• [Assigned task] From the first line of the records down to the one that holds "what-if's scale factors", transcribe each line exactly and add nothing.
──────── Extracted entries
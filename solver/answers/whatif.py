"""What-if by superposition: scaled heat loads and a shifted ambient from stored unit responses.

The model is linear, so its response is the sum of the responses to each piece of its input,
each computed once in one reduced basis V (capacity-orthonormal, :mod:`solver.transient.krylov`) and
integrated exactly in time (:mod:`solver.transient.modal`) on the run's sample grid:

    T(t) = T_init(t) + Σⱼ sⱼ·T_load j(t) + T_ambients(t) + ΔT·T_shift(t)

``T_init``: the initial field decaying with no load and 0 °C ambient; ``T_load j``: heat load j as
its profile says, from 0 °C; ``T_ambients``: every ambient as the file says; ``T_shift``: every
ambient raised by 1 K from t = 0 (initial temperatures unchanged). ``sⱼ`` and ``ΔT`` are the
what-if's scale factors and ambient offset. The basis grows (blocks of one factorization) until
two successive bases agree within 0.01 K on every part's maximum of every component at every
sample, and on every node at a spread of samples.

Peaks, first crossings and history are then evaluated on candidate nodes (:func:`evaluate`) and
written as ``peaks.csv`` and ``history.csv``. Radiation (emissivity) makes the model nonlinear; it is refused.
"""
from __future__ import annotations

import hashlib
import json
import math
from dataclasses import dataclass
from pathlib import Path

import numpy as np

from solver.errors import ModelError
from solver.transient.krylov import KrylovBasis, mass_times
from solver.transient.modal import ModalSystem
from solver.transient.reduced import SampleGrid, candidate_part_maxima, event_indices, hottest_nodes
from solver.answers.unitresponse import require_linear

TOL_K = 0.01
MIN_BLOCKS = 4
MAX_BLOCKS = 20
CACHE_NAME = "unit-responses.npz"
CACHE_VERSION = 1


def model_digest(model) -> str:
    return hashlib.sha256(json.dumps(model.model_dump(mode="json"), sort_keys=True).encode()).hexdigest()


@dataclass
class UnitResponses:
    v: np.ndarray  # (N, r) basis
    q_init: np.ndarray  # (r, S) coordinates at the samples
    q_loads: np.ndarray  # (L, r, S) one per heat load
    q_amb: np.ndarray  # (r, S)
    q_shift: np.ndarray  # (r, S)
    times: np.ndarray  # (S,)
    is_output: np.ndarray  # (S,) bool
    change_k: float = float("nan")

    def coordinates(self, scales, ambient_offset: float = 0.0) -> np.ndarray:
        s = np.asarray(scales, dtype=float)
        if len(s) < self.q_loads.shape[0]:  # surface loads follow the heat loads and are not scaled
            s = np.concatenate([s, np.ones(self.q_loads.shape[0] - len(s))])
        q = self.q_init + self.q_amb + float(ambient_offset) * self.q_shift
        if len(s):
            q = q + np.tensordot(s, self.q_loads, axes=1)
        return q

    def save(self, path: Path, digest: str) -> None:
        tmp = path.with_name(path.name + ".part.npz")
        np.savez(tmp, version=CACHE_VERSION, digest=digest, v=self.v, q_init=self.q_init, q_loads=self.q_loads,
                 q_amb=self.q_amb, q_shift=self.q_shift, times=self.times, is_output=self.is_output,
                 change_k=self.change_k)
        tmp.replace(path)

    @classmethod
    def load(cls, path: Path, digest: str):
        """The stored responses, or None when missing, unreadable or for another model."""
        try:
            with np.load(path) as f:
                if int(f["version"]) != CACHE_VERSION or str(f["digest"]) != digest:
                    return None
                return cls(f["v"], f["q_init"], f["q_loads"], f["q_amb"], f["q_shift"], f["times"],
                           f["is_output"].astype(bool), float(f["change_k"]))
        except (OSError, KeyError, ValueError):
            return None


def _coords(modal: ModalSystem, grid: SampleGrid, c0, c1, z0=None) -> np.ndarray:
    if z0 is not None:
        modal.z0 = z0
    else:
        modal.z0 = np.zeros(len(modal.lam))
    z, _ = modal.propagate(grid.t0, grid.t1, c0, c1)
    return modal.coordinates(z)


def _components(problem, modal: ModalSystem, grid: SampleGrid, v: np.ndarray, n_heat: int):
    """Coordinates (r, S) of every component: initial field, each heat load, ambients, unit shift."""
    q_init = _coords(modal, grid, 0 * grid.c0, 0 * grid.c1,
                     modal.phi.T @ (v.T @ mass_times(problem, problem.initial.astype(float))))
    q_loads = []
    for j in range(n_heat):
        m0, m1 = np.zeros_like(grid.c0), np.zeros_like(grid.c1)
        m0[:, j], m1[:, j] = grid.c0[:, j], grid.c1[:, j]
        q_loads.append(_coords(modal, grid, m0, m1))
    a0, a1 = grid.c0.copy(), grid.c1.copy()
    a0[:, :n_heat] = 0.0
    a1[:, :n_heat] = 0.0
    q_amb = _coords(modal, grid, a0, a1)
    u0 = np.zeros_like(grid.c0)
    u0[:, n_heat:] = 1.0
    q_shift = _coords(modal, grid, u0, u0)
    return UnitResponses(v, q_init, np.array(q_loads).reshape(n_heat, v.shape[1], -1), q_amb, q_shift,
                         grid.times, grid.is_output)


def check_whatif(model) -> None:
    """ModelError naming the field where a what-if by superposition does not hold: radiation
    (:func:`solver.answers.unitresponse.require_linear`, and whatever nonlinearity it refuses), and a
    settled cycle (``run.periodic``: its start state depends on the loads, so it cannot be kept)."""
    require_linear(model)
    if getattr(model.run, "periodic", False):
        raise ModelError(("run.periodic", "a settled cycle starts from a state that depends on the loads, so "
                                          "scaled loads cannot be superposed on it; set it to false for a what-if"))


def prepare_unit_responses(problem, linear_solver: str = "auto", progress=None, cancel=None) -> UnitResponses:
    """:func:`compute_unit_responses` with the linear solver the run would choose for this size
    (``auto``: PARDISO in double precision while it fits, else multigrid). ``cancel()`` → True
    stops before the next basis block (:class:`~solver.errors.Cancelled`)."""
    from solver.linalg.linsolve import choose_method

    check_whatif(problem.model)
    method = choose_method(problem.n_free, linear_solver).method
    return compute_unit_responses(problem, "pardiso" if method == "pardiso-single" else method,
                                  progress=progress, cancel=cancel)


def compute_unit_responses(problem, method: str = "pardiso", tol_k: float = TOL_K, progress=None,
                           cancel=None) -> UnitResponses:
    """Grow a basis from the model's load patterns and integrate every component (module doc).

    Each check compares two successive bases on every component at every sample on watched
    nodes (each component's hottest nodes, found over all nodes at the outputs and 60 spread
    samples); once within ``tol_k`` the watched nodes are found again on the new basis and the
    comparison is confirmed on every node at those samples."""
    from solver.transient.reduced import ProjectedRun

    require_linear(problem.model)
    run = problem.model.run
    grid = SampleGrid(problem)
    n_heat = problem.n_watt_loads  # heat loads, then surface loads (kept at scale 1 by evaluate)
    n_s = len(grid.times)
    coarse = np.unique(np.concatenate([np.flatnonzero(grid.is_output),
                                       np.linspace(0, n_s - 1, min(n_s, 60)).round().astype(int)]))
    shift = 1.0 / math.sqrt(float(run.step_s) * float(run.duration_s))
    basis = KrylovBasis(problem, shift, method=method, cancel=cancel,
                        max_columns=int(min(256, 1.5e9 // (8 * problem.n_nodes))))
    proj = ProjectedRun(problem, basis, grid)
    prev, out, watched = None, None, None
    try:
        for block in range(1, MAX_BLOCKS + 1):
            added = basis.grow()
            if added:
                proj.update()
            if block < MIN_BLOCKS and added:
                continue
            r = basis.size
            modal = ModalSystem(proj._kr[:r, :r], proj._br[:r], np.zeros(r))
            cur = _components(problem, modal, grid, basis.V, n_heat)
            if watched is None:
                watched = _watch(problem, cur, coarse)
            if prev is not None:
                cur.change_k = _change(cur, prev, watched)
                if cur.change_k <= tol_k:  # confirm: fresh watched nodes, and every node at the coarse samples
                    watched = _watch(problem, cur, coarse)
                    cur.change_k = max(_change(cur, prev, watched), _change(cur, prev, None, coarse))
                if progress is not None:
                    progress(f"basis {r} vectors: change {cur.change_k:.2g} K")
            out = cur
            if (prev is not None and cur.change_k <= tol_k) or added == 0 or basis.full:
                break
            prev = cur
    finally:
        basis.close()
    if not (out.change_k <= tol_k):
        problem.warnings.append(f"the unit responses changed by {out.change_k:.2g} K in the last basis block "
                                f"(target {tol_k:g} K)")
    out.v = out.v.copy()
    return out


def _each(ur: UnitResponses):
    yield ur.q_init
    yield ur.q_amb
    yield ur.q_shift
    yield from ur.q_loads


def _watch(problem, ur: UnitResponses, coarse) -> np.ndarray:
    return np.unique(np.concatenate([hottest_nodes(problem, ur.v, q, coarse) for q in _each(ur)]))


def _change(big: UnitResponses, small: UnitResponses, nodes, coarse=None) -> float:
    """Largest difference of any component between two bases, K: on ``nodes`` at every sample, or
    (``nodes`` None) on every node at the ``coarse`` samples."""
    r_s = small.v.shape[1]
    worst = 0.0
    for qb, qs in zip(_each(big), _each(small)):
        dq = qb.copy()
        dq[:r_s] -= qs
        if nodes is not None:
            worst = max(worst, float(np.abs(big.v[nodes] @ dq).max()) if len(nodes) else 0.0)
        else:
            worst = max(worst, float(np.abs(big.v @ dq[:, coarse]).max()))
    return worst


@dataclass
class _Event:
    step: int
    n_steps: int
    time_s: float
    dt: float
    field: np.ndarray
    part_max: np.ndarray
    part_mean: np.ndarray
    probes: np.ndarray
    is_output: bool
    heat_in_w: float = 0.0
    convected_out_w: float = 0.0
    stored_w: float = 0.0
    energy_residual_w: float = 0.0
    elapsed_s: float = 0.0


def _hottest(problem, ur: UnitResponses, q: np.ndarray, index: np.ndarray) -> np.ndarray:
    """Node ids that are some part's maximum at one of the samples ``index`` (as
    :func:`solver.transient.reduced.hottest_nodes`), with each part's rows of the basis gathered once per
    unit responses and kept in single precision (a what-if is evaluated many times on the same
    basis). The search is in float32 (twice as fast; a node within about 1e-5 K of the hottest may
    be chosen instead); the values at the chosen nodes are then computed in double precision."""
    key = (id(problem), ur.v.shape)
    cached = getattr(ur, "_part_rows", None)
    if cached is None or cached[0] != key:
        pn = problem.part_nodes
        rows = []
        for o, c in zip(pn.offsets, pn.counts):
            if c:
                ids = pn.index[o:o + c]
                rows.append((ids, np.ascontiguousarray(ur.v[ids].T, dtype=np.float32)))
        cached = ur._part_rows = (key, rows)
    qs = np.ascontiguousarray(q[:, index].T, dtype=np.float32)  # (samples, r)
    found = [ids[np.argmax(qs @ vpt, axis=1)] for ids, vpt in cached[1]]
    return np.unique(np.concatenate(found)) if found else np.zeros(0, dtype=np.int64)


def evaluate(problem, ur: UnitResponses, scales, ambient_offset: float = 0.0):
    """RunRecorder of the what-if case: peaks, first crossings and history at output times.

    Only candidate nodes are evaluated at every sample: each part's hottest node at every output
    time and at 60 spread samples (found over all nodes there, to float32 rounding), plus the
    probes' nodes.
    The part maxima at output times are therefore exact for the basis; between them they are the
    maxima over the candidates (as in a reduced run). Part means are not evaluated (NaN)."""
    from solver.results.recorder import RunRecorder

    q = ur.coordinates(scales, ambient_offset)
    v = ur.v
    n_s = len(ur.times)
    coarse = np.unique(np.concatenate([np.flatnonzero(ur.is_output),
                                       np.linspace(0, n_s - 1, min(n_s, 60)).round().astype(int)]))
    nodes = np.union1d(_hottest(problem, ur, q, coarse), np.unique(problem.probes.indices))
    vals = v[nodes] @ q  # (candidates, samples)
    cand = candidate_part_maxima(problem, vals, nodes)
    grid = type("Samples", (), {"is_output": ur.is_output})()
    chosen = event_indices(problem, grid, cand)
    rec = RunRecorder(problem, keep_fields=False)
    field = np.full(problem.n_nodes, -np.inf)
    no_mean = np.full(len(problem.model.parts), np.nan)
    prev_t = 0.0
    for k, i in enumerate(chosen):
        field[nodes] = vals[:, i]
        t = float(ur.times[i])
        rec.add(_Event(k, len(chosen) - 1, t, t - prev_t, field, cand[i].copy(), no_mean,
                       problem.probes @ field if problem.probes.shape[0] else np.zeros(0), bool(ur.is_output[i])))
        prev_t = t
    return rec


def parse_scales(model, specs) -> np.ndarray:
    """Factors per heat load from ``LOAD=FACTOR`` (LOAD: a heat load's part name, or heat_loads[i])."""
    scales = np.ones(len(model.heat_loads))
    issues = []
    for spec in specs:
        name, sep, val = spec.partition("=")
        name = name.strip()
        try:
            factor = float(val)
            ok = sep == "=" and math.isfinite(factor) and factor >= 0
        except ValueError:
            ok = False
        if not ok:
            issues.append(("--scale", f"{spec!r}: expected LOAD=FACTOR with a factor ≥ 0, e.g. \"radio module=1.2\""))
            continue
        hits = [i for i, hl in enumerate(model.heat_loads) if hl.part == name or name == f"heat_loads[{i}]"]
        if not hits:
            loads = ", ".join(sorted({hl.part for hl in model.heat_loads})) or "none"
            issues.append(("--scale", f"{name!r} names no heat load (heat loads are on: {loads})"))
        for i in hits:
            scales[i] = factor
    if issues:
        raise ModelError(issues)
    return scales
────────────────
• [Exercise answer]
filename solver/answers/whatif.py
"""What-if by superposition: scaled heat loads and a shifted ambient from stored unit responses.

The model is linear, so its response is the sum of the responses to each piece of its input,
each computed once in one reduced basis V (capacity-orthonormal, :mod:`solver.transient.krylov`) and
integrated exactly in time (:mod:`solver.transient.modal`) on the run's sample grid:

    T(t) = T_init(t) + Σⱼ sⱼ·T_load j(t) + T_ambients(t) + ΔT·T_shift(t)

``T_init``: the initial field decaying with no load and 0 °C ambient; ``T_load j``: heat load j as
its profile says, from 0 °C; ``T_ambients``: every ambient as the file says; ``T_shift``: every
ambient raised by 1 K from t = 0 (initial temperatures unchanged). ``sⱼ`` and ``ΔT`` are the
what-if's scale factors and ambient offset. The basis grows (blocks of one factorization) until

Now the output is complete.